--- SOURCE MATERIAL Enclosed Below ---

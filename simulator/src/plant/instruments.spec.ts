import { DEMO_RESERVOIR } from '@stillwell/shared/reservoirs';
import { describe, expect, it } from 'vitest';
import { channelReaders } from '../devices/channels.js';
import { createRandom } from './rng.js';
import { DamInstruments } from './instruments.js';

describe('seepage weirs and piezometers', () => {
  it('start on their steady state and follow a step of the pool with their lag', () => {
    const d = new DamInstruments(DEMO_RESERVOIR, 204.5, undefined);
    const q0 = d.current.seepage['weir-left']!;
    const p0 = d.current.piezometers['p1']!;
    const p30 = d.current.piezometers['p3']!;
    expect(q0).toBeGreaterThan(0.004);
    expect(q0).toBeLessThan(0.006);
    // the pool jumps 4 m: after one time constant (4 h x 1.1) about 63 % of the change is seen
    let seen = d.current;
    for (let i = 0; i < 4.4 * 360; i++) seen = d.step(10, 208.5, i / 360);
    const far = new DamInstruments(DEMO_RESERVOIR, 208.5, undefined).current;
    const share = (seen.seepage['weir-left']! - q0) / (far.seepage['weir-left']! - q0);
    expect(share).toBeGreaterThan(0.6);
    expect(share).toBeLessThan(0.66);
    // P1 (lag 2 h) has come nearly all the way; P3 (lag 6 h) not
    expect((seen.piezometers['p1']! - p0) / (far.piezometers['p1']! - p0)).toBeGreaterThan(0.85);
    expect((seen.piezometers['p3']! - p30) / (far.piezometers['p3']! - p30)).toBeLessThan(0.55);
  });

  it('the weir channel reports the head over the notch that its seepage makes, with noise', () => {
    const reader = channelReaders(DEMO_RESERVOIR).find((r) => r.channel.id === 'seepage.left')!;
    const state = { instruments: { seepage: { 'weir-left': 0.0247 }, piezometers: {}, leak: 0 } };
    const head = reader.read(state as never);
    expect(head).toBeCloseTo(0.2, 3); // REFERENCES.md: 0.0247 m3/s at h = 0.2 m (90-degree notch)
    const measured = reader.measure(head, createRandom(1));
    expect(Math.abs(measured - head)).toBeLessThan(0.003);
    expect(measured.toString()).toMatch(/^0\.\d{1,4}$/);
  });
});
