/**
 * Seeded random numbers so that a run can be repeated exactly. mulberry32: small, fast and good
 * enough for sensor noise (not for anything secret).
 */
export type Random = () => number;

export function createRandom(seed: number): Random {
  let a = seed >>> 0;
  return () => {
    a = (a + 0x6d2b79f5) >>> 0;
    let t = a;
    t = Math.imul(t ^ (t >>> 15), t | 1);
    t ^= t + Math.imul(t ^ (t >>> 7), t | 61);
    return ((t ^ (t >>> 14)) >>> 0) / 4294967296;
  };
}

/** A seed for one named stream (e.g. a device), so adding a device does not change the others' noise. */
export function deriveSeed(seed: number, label: string): number {
  let h = (0x811c9dc5 ^ seed) >>> 0; // FNV-1a over the label, started from the run's seed
  for (let i = 0; i < label.length; i++) {
    h ^= label.charCodeAt(i);
    h = Math.imul(h, 0x01000193) >>> 0;
  }
  return h;
}

/** Standard normal deviate (Box-Muller). */
export function gaussian(random: Random): number {
  const u = 1 - random(); // (0, 1], so the log is finite
  const v = random();
  return Math.sqrt(-2 * Math.log(u)) * Math.cos(2 * Math.PI * v);
}
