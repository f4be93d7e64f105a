/**
 * MQTT topic layout. Every topic starts with the protocol version so that a future
 * message format can run beside this one on the same broker.
 *   stillwell/v1/{reservoirId}/telemetry/{deviceId}   device -> gateway, QoS 1
 *   stillwell/v1/{reservoirId}/command/{deviceId}     gateway -> device, QoS 1
 *   stillwell/v1/{reservoirId}/ack/{deviceId}         device -> gateway, QoS 1
 *   stillwell/v1/{reservoirId}/clock                  simulator -> gateway, retained
 *   stillwell/v1/{reservoirId}/backfill/{deviceId}    gateway -> device, QoS 1 (resend a seq range)
 *   stillwell/v1/{reservoirId}/backfill-reply/{deviceId}  device -> gateway, QoS 1
 */
export const TOPIC_ROOT = 'stillwell/v1';

const SEGMENT = /^[a-z0-9][a-z0-9-]{0,63}$/;

export function isTopicSegment(value: string): boolean {
  return SEGMENT.test(value);
}

function segment(value: string, what: string): string {
  if (!isTopicSegment(value)) {
    throw new RangeError(
      `${what} "${value}" is not a valid topic segment (lower-case letters, digits, '-')`,
    );
  }
  return value;
}

export function telemetryTopic(reservoirId: string, deviceId: string): string {
  return `${TOPIC_ROOT}/${segment(reservoirId, 'reservoir id')}/telemetry/${segment(deviceId, 'device id')}`;
}

export function commandTopic(reservoirId: string, deviceId: string): string {
  return `${TOPIC_ROOT}/${segment(reservoirId, 'reservoir id')}/command/${segment(deviceId, 'device id')}`;
}

export function ackTopic(reservoirId: string, deviceId: string): string {
  return `${TOPIC_ROOT}/${segment(reservoirId, 'reservoir id')}/ack/${segment(deviceId, 'device id')}`;
}

/** Where the gateway asks a device to resend readings it missed (backfill.ts). */
export function backfillTopic(reservoirId: string, deviceId: string): string {
  return `${TOPIC_ROOT}/${segment(reservoirId, 'reservoir id')}/backfill/${segment(deviceId, 'device id')}`;
}

export function backfillReplyTopic(reservoirId: string, deviceId: string): string {
  return `${TOPIC_ROOT}/${segment(reservoirId, 'reservoir id')}/backfill-reply/${segment(deviceId, 'device id')}`;
}

export function clockTopic(reservoirId: string): string {
  return `${TOPIC_ROOT}/${segment(reservoirId, 'reservoir id')}/clock`;
}

/** Subscriptions the gateway makes (MQTT 3.1.1 single-level wildcards). */
export const TELEMETRY_SUBSCRIPTION = `${TOPIC_ROOT}/+/telemetry/+`;
export const ACK_SUBSCRIPTION = `${TOPIC_ROOT}/+/ack/+`;
export const CLOCK_SUBSCRIPTION = `${TOPIC_ROOT}/+/clock`;
export const BACKFILL_REPLY_SUBSCRIPTION = `${TOPIC_ROOT}/+/backfill-reply/+`;

export type TopicKind = 'telemetry' | 'command' | 'ack' | 'clock' | 'backfill' | 'backfill-reply';
const DEVICE_KINDS: readonly string[] = [
  'telemetry',
  'command',
  'ack',
  'backfill',
  'backfill-reply',
];

export interface ParsedTopic {
  kind: TopicKind;
  reservoirId: string;
  deviceId?: string;
}

/** Reads a Stillwell topic; returns null for anything that is not one. */
export function parseTopic(topic: string): ParsedTopic | null {
  const parts = topic.split('/');
  if (parts[0] !== 'stillwell' || parts[1] !== 'v1') return null;
  const reservoirId = parts[2];
  const kind = parts[3];
  if (!reservoirId || !isTopicSegment(reservoirId)) return null;
  if (kind === 'clock' && parts.length === 4) return { kind, reservoirId };
  if (kind && DEVICE_KINDS.includes(kind) && parts.length === 5) {
    const deviceId = parts[4];
    if (!deviceId || !isTopicSegment(deviceId)) return null;
    return { kind: kind as TopicKind, reservoirId, deviceId };
  }
  return null;
}
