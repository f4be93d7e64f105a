export * from './api.js';
export * from './backfill.js';
export * from './message.js';
export * from './downsample.js';
export * from './series.js';
export * from './topics.js';
export * from './validation.js';
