/** A session's times in this browser's zone, with the zone named. */
export function formatWhen(iso: string): string {
  return new Intl.DateTimeFormat('en-GB', {
    day: 'numeric',
    month: 'short',
    hour: '2-digit',
    minute: '2-digit',
    timeZoneName: 'short',
  }).format(new Date(iso));
}

/** "Chrome on Linux" from a user-agent string; the string itself when it says nothing familiar. */
export function browserOf(userAgent: string | null): string {
  if (!userAgent) return 'unknown browser';
  const browser = [
    ['Edg/', 'Edge'],
    ['Firefox/', 'Firefox'],
    ['Chrome/', 'Chrome'],
    ['Safari/', 'Safari'],
  ].find(([mark]) => userAgent.includes(mark!))?.[1];
  const system = [
    ['Windows', 'Windows'],
    ['Android', 'Android'],
    ['iPhone', 'iOS'],
    ['Mac OS', 'macOS'],
    ['Linux', 'Linux'],
  ].find(([mark]) => userAgent.includes(mark!))?.[1];
  if (!browser) return userAgent.slice(0, 60);
  return system ? `${browser} on ${system}` : browser;
}
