import type { ReservoirDefinition, SeepageWeir } from '@stillwell/shared/reservoirs';
import { leakFlow, type Leak } from '../scenarios/leak.js';

/**
 * The dam as its seepage weirs and foundation piezometers see it. Each responds to the pool with a
 * first-order lag. The "true" dam differs a little from the baselines in the definition (a fitted
 * model is never the dam itself): flows 4 % higher, exponents 3 % lower, lags 10 % longer. Noise is
 * the instruments' business (devices/channels.ts).
 */
export interface InstrumentState {
  /** seepage reaching each weir, m3/s, by weir id */
  seepage: Record<string, number>;
  /** piezometric level, m, by piezometer id */
  piezometers: Record<string, number>;
  /** the leak's flow out of the reservoir, m3/s (0 without one) */
  leak: number;
}

const TRUTH = { flow: 1.04, exponent: 0.97, lag: 1.1 } as const;

interface Lagged {
  id: string;
  tauS: number;
  /** the level or flow this one tends to at a pool (and tailwater) */
  target: (pool: number) => number;
  value: number;
}

function steadySeepage(w: SeepageWeir, pool: number): number {
  const b = w.baseline;
  const x = (pool - b.zeroFlowPool) / (b.referencePool - b.zeroFlowPool);
  return x > 0 ? TRUTH.flow * b.referenceFlow * x ** (b.exponent * TRUTH.exponent) : 0;
}

export class DamInstruments {
  private readonly weirs: Lagged[];
  private readonly piezometers: Lagged[];
  private readonly weirOfLeak: string | null;
  /** the leak's exit: the lowest weir baseline's zero-flow pool, and the head at its reference */
  private readonly leakExit: number;
  private readonly leakReferenceHead: number;
  current: InstrumentState;

  constructor(
    reservoir: ReservoirDefinition,
    pool: number,
    private readonly leak: Leak | undefined,
  ) {
    const weirs = reservoir.seepageWeirs ?? [];
    this.weirs = weirs.map((w) => ({
      id: w.id,
      tauS: w.baseline.lagHours * 3600 * TRUTH.lag,
      target: (p) => steadySeepage(w, p),
      value: steadySeepage(w, pool),
    }));
    this.piezometers = (reservoir.piezometers ?? []).map((p) => {
      const b = p.baseline;
      const target = (z: number) => b.downstreamLevel + b.ratio * (z - b.downstreamLevel);
      return { id: p.id, tauS: b.lagHours * 3600 * TRUTH.lag, target, value: target(pool) };
    });
    const leakWeir = leak ? weirs.find((w) => w.abutment === leak.abutment) : undefined;
    this.weirOfLeak = leakWeir?.id ?? null;
    this.leakExit = leakWeir?.baseline.zeroFlowPool ?? reservoir.riverbedElevation;
    this.leakReferenceHead = reservoir.normalMaxPool - this.leakExit;
    this.current = this.snapshot(0);
  }

  /** The leak's flow now, m3/s, for the water balance of the plant. */
  leakAt(hour: number, pool: number): number {
    return this.leak ? leakFlow(this.leak, hour, pool - this.leakExit, this.leakReferenceHead) : 0;
  }

  step(dtS: number, pool: number, hour: number): InstrumentState {
    for (const x of [...this.weirs, ...this.piezometers]) {
      const a = x.tauS > 0 ? 1 - Math.exp(-dtS / x.tauS) : 1;
      x.value += (x.target(pool) - x.value) * a;
    }
    this.current = this.snapshot(this.leakAt(hour, pool));
    return this.current;
  }

  private snapshot(leak: number): InstrumentState {
    const seepage: Record<string, number> = {};
    for (const w of this.weirs) {
      // the part of a leak that surfaces at its abutment comes straight through, without the lag
      seepage[w.id] = w.value + (w.id === this.weirOfLeak ? leak * this.leak!.weirShare : 0);
    }
    const piezometers: Record<string, number> = {};
    for (const p of this.piezometers) piezometers[p.id] = p.value;
    return { seepage, piezometers, leak };
  }
}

--- End of Enclosed SOURCE MATERIAL ---

YOUR INSTRUCTIONS:
Only one part of the material above is to be transcribed, namely the lines starting with the line that has "for (const x" and going on through the line that has "const seepage: Record<string, number>", exactly as they stand.

OUTPUT:
    for (const x of [...this.weirs, ...this.piezometers]) {
      const a = x.tauS > 0 ? 1 - Math.exp(-dtS / x.tauS) : 1;
      x.value += (x.target(pool) - x.value) * a;
    }
    this.current = this.snapshot(this.leakAt(hour, pool));
    return this.current;
  }

  private snapshot(leak: number): InstrumentState {
    const seepage: Record<string, number> = {};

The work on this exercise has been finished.